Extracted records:
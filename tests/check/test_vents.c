/* Vents: which openings relieve a cavity. A square tube of 40 px with walls of 5 px (100 um pixels
 * and layers), the smallest vent 0.5 mm. Widths as the job names them; that narrow holes relieve
 * next to nothing follows from flow through a tube beside flow through the film (Stefan,
 * Poiseuille). */
#include "check/stage.h"

enum { SIDE = 40, WALL = 5, LAYERS = 24 };

/* The tube with a slot of `width` px through one wall, open in layers [from, to). */
static stage tube(int width, int from, int to)
{
    stage s = stage_new(SIDE + 20, SIDE + 20, LAYERS);
    s.job.vent_mm = 0.5;
    s.job.max_peel_N = 1e-6; /* nothing is left to its bound */
    stage_box(&s, 10, 10, 0, 10 + SIDE, 10 + SIDE, LAYERS, 255);
    stage_box(&s, 10 + WALL, 10 + WALL, 0, 10 + SIDE - WALL, 10 + SIDE - WALL, LAYERS, 0);
    stage_box(&s, 10 + SIDE / 2, 10, from, 10 + SIDE / 2 + width, 10 + WALL, to, 0);
    return s;
}

static fw_report judged(int width, int from, int to)
{
    stage s = tube(width, from, to);
    fw_report report = stage_judge(&s);
    stage_free(&s);
    return report;
}

static void narrow_slots_do_not_vent(void **state)
{
    (void)state;
    fw_report sealed = judged(0, 0, LAYERS), wide = judged(10, 0, LAYERS);
    assert_null(finding_of(&sealed, FW_POOR_VENT));
    assert_null(finding_of(&wide, FW_POOR_VENT));
    assert_null(finding_of(&wide, FW_BLIND_CAVITY));
    const double shut_N = sealed.layer[15].peel_N, open_N = wide.layer[15].peel_N;
    assert_true(open_N < 0.3 * shut_N);
    for (int width = 1; width <= 8; width++) {
        fw_report report = judged(width, 0, LAYERS);
        const fw_finding *poor = finding_of(&report, FW_POOR_VENT);
        assert_null(finding_of(&report, FW_BLIND_CAVITY));
        assert_int_equal(poor != NULL, width < 5);
        if (width < 5) { /* the slot itself is open, so a little less than with none */
            assert_int_equal(poor->severity, FW_WARN);
            assert_int_equal(poor->count, LAYERS - 4); /* from the layer in which a vent fits on */
            assert_near(poor->area_mm2 / (double)poor->count, 9, 0.02);
            assert_true(report.layer[15].peel_N > 0.85 * shut_N);
            assert_true(report.layer[15].peel_N < shut_N);
        } else {
            assert_true(report.layer[15].peel_N < 0.35 * shut_N);
        }
        fw_report_free(&report);
    }
    fw_report_free(&sealed);
    fw_report_free(&wide);
}

/* As high as it is wide: a slot of 10 px that is open for a few layers only. */
static void low_slots_do_not_vent(void **state)
{
    (void)state;
    for (int height = 1; height <= 8; height++) {
        fw_report report = judged(10, 6, 6 + height);
        fw_report sealed = judged(0, 0, LAYERS);
        assert_int_equal(report.layer[5].blind_cavity_mm2 > 8, true);
        assert_true(report.layer[20].blind_cavity_mm2 == 0);
        const bool relieved = report.layer[20].peel_N < 0.3 * sealed.layer[20].peel_N;
        assert_int_equal(relieved, height >= 5); /* both rims of the ring are open then */
        const fw_finding *poor = finding_of(&report, FW_POOR_VENT);
        assert_non_null(poor);
        assert_int_equal(poor->last_layer == LAYERS - 1, height < 5);
        fw_report_free(&report);
        fw_report_free(&sealed);
    }
}

/* A pin within a fence of pins: the room between them is cut off by the gaps of the fence alone, so
 * the film of the pin borders on nothing else. It is judged, and the finding stays. */
static void a_pin_within_a_fence(void **state)
{
    (void)state;
    stage s = stage_new(60, 60, 14);
    s.job.vent_mm = 0.5;
    s.job.max_peel_N = 1e-6;
    stage_box(&s, 28, 28, 0, 32, 32, 14, 255);
    for (int k = 0; k < 40; k += 5) {
        stage_box(&s, 10 + k, 10, 0, 13 + k, 13, 14, 255);
        stage_box(&s, 10 + k, 47, 0, 13 + k, 50, 14, 255);
        stage_box(&s, 10, 10 + k, 0, 13, 13 + k, 14, 255);
        stage_box(&s, 47, 10 + k, 0, 50, 13 + k, 14, 255);
    }
    fw_report report = stage_judge(&s);
    assert_non_null(finding_of(&report, FW_POOR_VENT));
    assert_true(report.layer[10].peel_N > 0);
    fw_report_free(&report);
    stage_free(&s);
}

/* Inside the fence stands a tube: the fence's vents open, the tube's own cavity stays sealed and
 * pulls. */
static void a_tube_within_a_fence(void **state)
{
    (void)state;
    double force[2];
    for (int hollow = 0; hollow < 2; hollow++) {
        stage s = stage_new(60, 60, 14);
        s.job.vent_mm = 0.5;
        s.job.max_peel_N = 1e-6;
        for (int k = 0; k < 40; k += 5) {
            stage_box(&s, 10 + k, 10, 0, 13 + k, 13, 14, 255);
            stage_box(&s, 10 + k, 47, 0, 13 + k, 50, 14, 255);
            stage_box(&s, 10, 10 + k, 0, 13, 13 + k, 14, 255);
            stage_box(&s, 47, 10 + k, 0, 50, 13 + k, 14, 255);
        }
        stage_box(&s, 22, 22, 0, 38, 38, 14, 255);
        stage_box(&s, 25, 25, 0, 35, 35, 14, hollow ? 0 : 255);
        fw_report report = stage_judge(&s);
        assert_non_null(finding_of(&report, FW_POOR_VENT));
        assert_int_equal(finding_of(&report, FW_BLIND_CAVITY) != NULL, hollow);
        force[hollow] = report.layer[10].peel_N;
        fw_report_free(&report);
        stage_free(&s);
    }
    assert_true(force[1] >
                0.8 * force[0]); /* vented it would pull a tenth: Stefan's ring, r/R 0.6 */
    assert_true(force[1] < force[0]);
}

/* Without a smallest vent any opening is one. */
static void zero_means_any(void **state)
{
    (void)state;
    stage s = tube(1, 0, LAYERS);
    s.job.vent_mm = 0;
    fw_report report = stage_judge(&s);
    assert_null(finding_of(&report, FW_POOR_VENT));
    fw_report_free(&report);
    stage_free(&s);
}

/* Slow check on random stacks: a cylinder moved pixel by pixel, layer by layer. */
enum { N = 22, H = 12, ACROSS = 3, HIGH = 3 };

static bool fits(const stage *s, int x, int y, int n)
{
    if (n < HIGH - 1)
        return false;
    for (int k = n - HIGH + 1; k <= n; k++)
        for (int dy = -ACROSS; dy <= ACROSS; dy++)
            for (int dx = -ACROSS; dx <= ACROSS; dx++) {
                const int u = x + dx, v = y + dy;
                const bool inside = u >= 0 && v >= 0 && u < N && v < N;
                if (4 * (dx * dx + dy * dy) < ACROSS * ACROSS && inside && stage_at(s, u, v, k))
                    return false;
            }
    return true;
}

static int root(int *parent, int i)
{
    while (parent[i] != i)
        i = parent[i] = parent[parent[i]];
    return i;
}

/* Open pixels of centres up to layer n: out[layer][y][x]. */
static void slow_open(const stage *s, int top, bool *centre, bool *open)
{
    static int parent[H * N * N + 1];
    const int vat = H * N * N;
    for (int i = 0; i <= vat; i++)
        parent[i] = i;
    for (int n = 0; n <= top; n++)
        for (int y = 0; y < N; y++)
            for (int x = 0; x < N; x++) {
                const int i = (n * N + y) * N + x;
                centre[i] = fits(s, x, y, n);
                if (!centre[i])
                    continue;
                if (x == 0 || y == 0 || x == N - 1 || y == N - 1)
                    parent[root(parent, i)] = root(parent, vat);
                const int back[5][3] = {
                    {-1, 0, 0}, {0, -1, -1}, {0, -1, 0}, {0, -1, 1}, {0, 0, -1}};
                for (int k = 0; k < 5; k++) {
                    const int m = n + back[k][0], v = y + back[k][1], u = x + back[k][2];
                    const int j = (m * N + v) * N + u;
                    if (m >= 0 && v >= 0 && u >= 0 && u < N && centre[j])
                        parent[root(parent, i)] = root(parent, j);
                }
            }
    for (int i = 0; i < (top + 1) * N * N; i++)
        open[i] = centre[i] && root(parent, i) == root(parent, vat);
}

static void random_stacks_against_a_slow_cylinder(void **state)
{
    (void)state;
    static bool centre[H * N * N], open[H * N * N];
    int poor_layers = 0;
    for (uint64_t seed = 1; seed <= 40; seed++) {
        stage s = stage_new(N, N, H);
        s.job.vent_mm = ACROSS * 0.1;
        stage_box(&s, 2, 2, 0, N - 2, N - 2, H, 255);
        uint64_t dice = seed * UINT64_C(0x9e3779b97f4a7c15);
        for (int k = 0; k < 9; k++) {
            dice = dice * UINT64_C(6364136223846793005) + 1442695040888963407;
            const int x = (int)(dice >> 33) % (N - 8) + 1, y = (int)(dice >> 43) % (N - 8) + 1;
            const int w = (int)(dice >> 53) % 7 + 1, n = (int)(dice >> 58) % (H - 4);
            stage_box(&s, x, y, n, x + w, y + 8 - w, n + 4, 0);
        }
        fw_report report = stage_judge(&s);
        for (int top = 0; top < H; top++) {
            /* A centre that cannot get out while its void does not count as sealed. */
            slow_open(&s, top, centre, open);
            int64_t cut_off = 0;
            for (int i = top * N * N; i < (top + 1) * N * N; i++)
                cut_off += centre[i] && !open[i];
            bool expected = cut_off > 0 && report.layer[top].blind_cavity_mm2 == 0;
            bool found = false;
            for (size_t f = 0; f < report.findings.count; f++) {
                const fw_finding *one = &report.findings.item[f];
                found = found ||
                        (one->kind == FW_POOR_VENT && one->layer <= top && one->last_layer >= top);
            }
            if (expected) {
                assert_true(found);
                poor_layers++;
            }
            if (cut_off == 0 && top == report.layers - 1) {
                for (size_t f = 0; f < report.findings.count; f++)
                    assert_false(report.findings.item[f].kind == FW_POOR_VENT &&
                                 report.findings.item[f].last_layer == top);
            }
        }
        fw_report_free(&report);
        stage_free(&s);
    }
    assert_true(poor_layers > 20);
}

int main(void)
{
    const struct CMUnitTest tests[] = {cmocka_unit_test(narrow_slots_do_not_vent),
                                       cmocka_unit_test(low_slots_do_not_vent),
                                       cmocka_unit_test(a_pin_within_a_fence),
                                       cmocka_unit_test(a_tube_within_a_fence),
                                       cmocka_unit_test(zero_means_any),
                                       cmocka_unit_test(random_stacks_against_a_slow_cylinder)};
    return cmocka_run_group_tests(tests, NULL, NULL);
}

### ACTION ITEM
Up to and including the line with "narrow holes relieve", write out the records above exactly, starting from their first line.

### REPLY TO THE EXERCISE
filename tests/check/test_vents.c
/* Vents: which openings relieve a cavity. A square tube of 40 px with walls of 5 px (100 um pixels
 * and layers), the smallest vent 0.5 mm. Widths as the job names them; that narrow holes relieve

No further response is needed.